Copy out every line of the records in which "OperationalError" can be found.

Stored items
--------

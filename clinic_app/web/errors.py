"""Friendly, translated error pages; JSON errors under /api/. Never a stack trace."""

from __future__ import annotations

import os
import sqlite3

from flask import render_template, request
from flask_wtf.csrf import CSRFError
from werkzeug.exceptions import HTTPException, InternalServerError

from clinic_app.i18n import _, lazy_gettext

TITLES = {
    400: lazy_gettext("The request could not be understood"),
    401: lazy_gettext("Please log in"),
    403: lazy_gettext("This page is not for your role"),
    404: lazy_gettext("Page not found"),
    405: lazy_gettext("This action is not allowed here"),
    413: lazy_gettext("What was sent is too large"),
    429: lazy_gettext("Too many attempts"),
    500: lazy_gettext("Something went wrong on the clinic server"),
}

CODES = {400: "bad_request", 401: "login_required", 403: "forbidden", 404: "not_found",
         405: "method_not_allowed", 413: "too_large", 415: "unsupported_media_type",
         429: "too_many_requests", 500: "server_error"}


def _respond(status: int, message: str, code: str | None = None):
    if request.path.startswith("/api/"):
        from clinic_app.web.api import api_error

        return api_error(status, code or CODES.get(status, "error"), message)
    title = TITLES.get(status, TITLES[500] if status >= 500 else TITLES[400])
    return render_template("errors/error.html", status=status, title=title,
                           message=message), status


def handle_http(exc: HTTPException):
    status = exc.code or 500
    return _respond(status, str(TITLES.get(status, exc.name)))


def handle_csrf(exc: CSRFError):
    return _respond(400, _("The form expired or was sent from elsewhere. Reload the page and "
                           "try again."), "csrf_failed")


def handle_unexpected(exc: Exception):
    # Logged with its traceback for the administrator; the user sees a plain page.
    from flask import current_app

    current_app.logger.exception("Unhandled error on %s %s", request.method, request.path)
    return _respond(500, str(TITLES[500]))


def handle_storage(exc: sqlite3.OperationalError):
    """A full, read-only or locked database: 503 with a plain reason, not a generic 500."""
    from flask import current_app

    text = str(exc).lower()
    path = current_app.config.get("DATABASE") or ""
    if "full" in text:
        code = "storage_full"
        message = _("The clinic computer's disk is full. Nothing was saved. Tell the "
                    "administrator; records waiting on phones are kept and sent again.")
    elif "readonly" in text or "read-only" in text or (path and os.path.exists(path)
                                                       and not os.access(path, os.W_OK)):
        code = "storage_read_only"
        message = _("The clinic database is read-only. Nothing was saved. Tell the "
                    "administrator; records waiting on phones are kept and sent again.")
    elif "locked" in text or "busy" in text:
        code = "storage_busy"
        message = _("The clinic database is busy. Nothing was saved. Try again in a moment.")
    else:
        return handle_unexpected(exc)
    current_app.logger.error("Storage error on %s %s: %s", request.method, request.path, exc)
    return _respond(503, message, code)


def init_app(app) -> None:
    app.register_error_handler(sqlite3.OperationalError, handle_storage)
    app.register_error_handler(CSRFError, handle_csrf)
    app.register_error_handler(HTTPException, handle_http)
    app.register_error_handler(InternalServerError, handle_http)
    app.register_error_handler(Exception, handle_unexpected)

--------

§ Completed exercise:
def handle_storage(exc: sqlite3.OperationalError):
    app.register_error_handler(sqlite3.OperationalError, handle_storage)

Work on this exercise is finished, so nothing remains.